▶ [Activity]:
In the entries that follow, how many lines hold "published"? Nothing but the number is expected.

▶ [Records supplied]:

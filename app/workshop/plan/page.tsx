import type { Metadata } from 'next';
import Link from 'next/link';
import { requirePageRole } from '@/lib/auth/authorize';
import { hasRole } from '@/lib/auth/roles';
import { loadPlanner } from '@/lib/planner/load';
import { planPageSearchSchema } from '@/lib/planner/schemas';
import { MaterialsCaution } from './_components/materials-caution';
import { Planner } from './_components/planner';

export const metadata: Metadata = { title: 'Plan a batch' };

export default async function PlanPage({ searchParams }: { searchParams: Promise<Record<string, string | string[] | undefined>> }) {
  const query = await searchParams;
  const { design: slug } = planPageSearchSchema.parse({ design: typeof query.design === 'string' ? query.design : undefined });
  const user = await requirePageRole('staff', slug ? `/workshop/plan?design=${slug}` : '/workshop/plan');
  const { studio, designs, design } = await loadPlanner(slug);
  const canOpenBatch = hasRole(user.role, 'owner');

  return (
    <>
      <h1 className="text-3xl font-medium">Plan a batch{design ? ` of ${design.name}` : ''}</h1>
      <p className="mt-1 max-w-3xl text-ink-soft">
        Size a batch to what the molds and the painting hours allow, and see the ship-by date it can honestly promise. Nothing is saved
        here: the plan is worked out as you type.
      </p>

      <div className="mt-4">
        <MaterialsCaution />
      </div>

      {!studio ? (
        <p className="mt-6 text-ink-soft">The shop has no studio yet.</p>
      ) : (
        <>
          <form method="get" action="/workshop/plan" className="mt-6 flex flex-wrap items-end gap-3">
            <div className="grid gap-1">
              <label htmlFor="plan-design" className="text-sm font-semibold">Design</label>
              <select
                id="plan-design"
                name="design"
                defaultValue={design?.slug ?? ''}
                className="min-w-48 rounded-sm border border-paper-edge bg-white px-3 py-2"
              >
                <option value="" disabled>
                  Choose a design
                </option>
                {designs.map((d) => (
                  <option key={d.slug} value={d.slug}>
                    {d.name}
                  </option>
                ))}
              </select>
            </div>
            <button type="submit" className="rounded-full bg-ink px-5 py-2 font-semibold text-paper hover:bg-ink-soft">
              Plan this design
            </button>
          </form>

          {slug && !design ? (
            <p role="alert" className="mt-4 rounded-sm border border-ember bg-ember-wash px-4 py-3 text-ember-deep">
              <span aria-hidden="true">▲ </span>
              There is no published design called &ldquo;{slug}&rdquo;. Choose one from the list; drafts are planned once published.
            </p>
          ) : null}

          {designs.length === 0 ? (
            <p className="mt-6 text-ink-soft">No published design with a published finish yet: publish one to plan its batches.</p>
          ) : null}

          {design ? (
            design.finishes.length > 0 ? (
              // Keyed by design, so choosing another one starts from its own figures.
              <Planner key={design.slug} studio={studio} design={design} canOpenBatch={canOpenBatch} />
            ) : null
          ) : designs.length > 0 && !slug ? (
            <ul className="mt-6 flex flex-wrap gap-2">
              {designs.map((d) => (
                <li key={d.slug}>
                  <Link href={`/workshop/plan?design=${d.slug}`} className="inline-block rounded-full border border-paper-edge bg-paper px-4 py-1.5 hover:border-ink">
                    {d.name}
                  </Link>
                </li>
              ))}
            </ul>
          ) : null}

          {design && design.molds.length === 0 ? (
            <p className="mt-4 text-sm text-ink-soft">
              {design.name} has no mold in use, so the plan starts by making one. Add molds on the{' '}
              <Link href="/workshop/molds" className="underline underline-offset-4">molds page</Link>.
            </p>
          ) : null}
        </>
      )}
    </>
  );
}
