import { formatMoney, type Money } from '@/lib/money';

/** A price in tabular figures; totals always come from the server. */
export function Price({ value, className = '' }: { value: Money; className?: string }) {
  return <span className={`figures ${className}`}>{formatMoney(value)}</span>;
}
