describe('leaving', () => {
  it('is immediate; an old link does not re-confirm; a later join, even an import, needs a new confirmation', async () => {
    const email = 'burdock.visitor@example.com';
    await join(email);
    const firstLink = await confirmTokenFor(email);
    const { confirmWaitlist } = await import('@/lib/waitlist/confirm');
    await confirmWaitlist(firstLink);
    const { leaveByToken } = await import('@/lib/waitlist/leave');
    const unsubscribe = /t=([^>]+)>/.exec((await mailTo(email))[0]!.headers['List-Unsubscribe']!)![1]!;
    await leaveByToken(unsubscribe);
    const left = await entryOf(email);
    expect(left).toMatchObject({ state: 'left' });
    expect(left!.left_at).toBeInstanceOf(Date);

    expect((await confirmWaitlist(firstLink)).outcome).toBe('left');
    expect((await entryOf(email))!.state).toBe('left');

    const rejoined = await join(email, { source: 'import' });
    expect(rejoined.results[0]!.outcome).toBe('confirmation_sent');
    expect(await entryOf(email)).toMatchObject({ state: 'pending', confirmed_at: null, left_at: null });
    expect(await mailTo(email)).toHaveLength(2);
    // The link from before leaving is dead for good.
    expect((await confirmWaitlist(firstLink)).outcome).toBe('superseded');
    expect((await entryOf(email))!.state).toBe('pending');
  });

  it('answers the same for an entry that is not on the list', async () => {
    const email = 'nettle.visitor@example.com';
    await join(email);
    const { leaveByToken } = await import('@/lib/waitlist/leave');
    const { signToken } = await import('@/lib/waitlist/tokens');
    const real = await leaveByToken(signToken('waitlist-unsubscribe', { e: (await entryOf(email))!.id }));
    const unknown = await leaveByToken(signToken('waitlist-unsubscribe', { e: randomUUID() }));
    expect(unknown).toEqual(real);
    const allReal = await leaveByToken(signToken('waitlist-unsubscribe', { e: (await entryOf(email))!.id }), 'all');
    const allUnknown = await leaveByToken(signToken('waitlist-unsubscribe', { e: randomUUID() }), 'all');
    expect(allUnknown).toEqual(allReal);
    await expect(leaveByToken('forged.token')).rejects.toMatchObject({ status: 400, code: 'damaged_link' });
  });

  it('the one-click POST leaves without a cookie (RFC 8058), and a bad token is a 400 in the error shape', async () => {
    const email = 'sage.visitor@example.com';
    await join(email, { designIds: [hare.id, ibex.id] });
    const { POST } = await import('@/app/api/waitlist/unsubscribe/route');
    const url = /^<(.+)>$/.exec((await mailTo(email))[0]!.headers['List-Unsubscribe']!)![1]!;
    // RFC 8058 §3.1: the mail client POSTs this exact body, form-encoded, with no cookie or other credentials.
    const oneClick = (target: string) =>
      POST(new Request(target, { method: 'POST', headers: { 'Content-Type': 'application/x-www-form-urlencoded' }, body: 'List-Unsubscribe=One-Click' }), undefined);
    currentUser = null;
    const response = await oneClick(url);
    expect(response.status).toBe(200);
    const answer = await response.json();
    expect((await entryOf(email, hare.id))!.state).toBe('left');
    // One entry only: the address's other waitlist stays.
    expect((await entryOf(email, ibex.id))!.state).toBe('pending');

    const { signToken } = await import('@/lib/waitlist/tokens');
    const unknown = await oneClick(`http://127.0.0.1:3000/api/waitlist/unsubscribe?t=${signToken('waitlist-unsubscribe', { e: randomUUID() })}`);
    expect(unknown.status).toBe(200);
    expect(await unknown.json()).toEqual(answer);

    const bad = await oneClick(`${url.slice(0, -3)}xyz`);
    expect(bad.status).toBe(400);
    expect((await bad.json()).error).toMatchObject({ code: 'damaged_link', message: expect.stringMatching(/damaged/) });
    const noBody = await POST(new Request(url, { method: 'POST', headers: { 'Content-Type': 'application/x-www-form-urlencoded' }, body: '' }), undefined);
    expect(noBody.status).toBe(400);
    expect((await noBody.json()).error.code).toBe('invalid_input');
  });

  it('a signed-in buyer leaves one entry or all of theirs, and nobody else’s', async () => {
    const email = 'thyme.owner@example.com';
    const owner = await buyer(email);
    await join(email, { user: owner, designIds: [hare.id, ibex.id] });
    await join('someone.else@example.com');
    const { leaveEntryOfUser, leaveAllOfUser } = await import('@/lib/waitlist/leave');
    const stranger = await entryOf('someone.else@example.com');
    await leaveEntryOfUser(owner, stranger!.id);
    expect((await entryOf('someone.else@example.com'))!.state).toBe('pending');
    await leaveEntryOfUser(owner, (await entryOf(email, hare.id))!.id);
    expect((await entryOf(email, hare.id))!.state).toBe('left');
    expect((await entryOf(email, ibex.id))!.state).toBe('pending');
    expect((await leaveAllOfUser(owner)).left).toBe(1);
    expect((await entryOf(email, ibex.id))!.state).toBe('left');
    const { listMyWaitlistEntries } = await import('@/lib/waitlist/queries');
    expect((await listMyWaitlistEntries({ user: owner })).map((e) => e.state)).toEqual(['left', 'left']);
  });
});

▶ [Finished exercise]:
2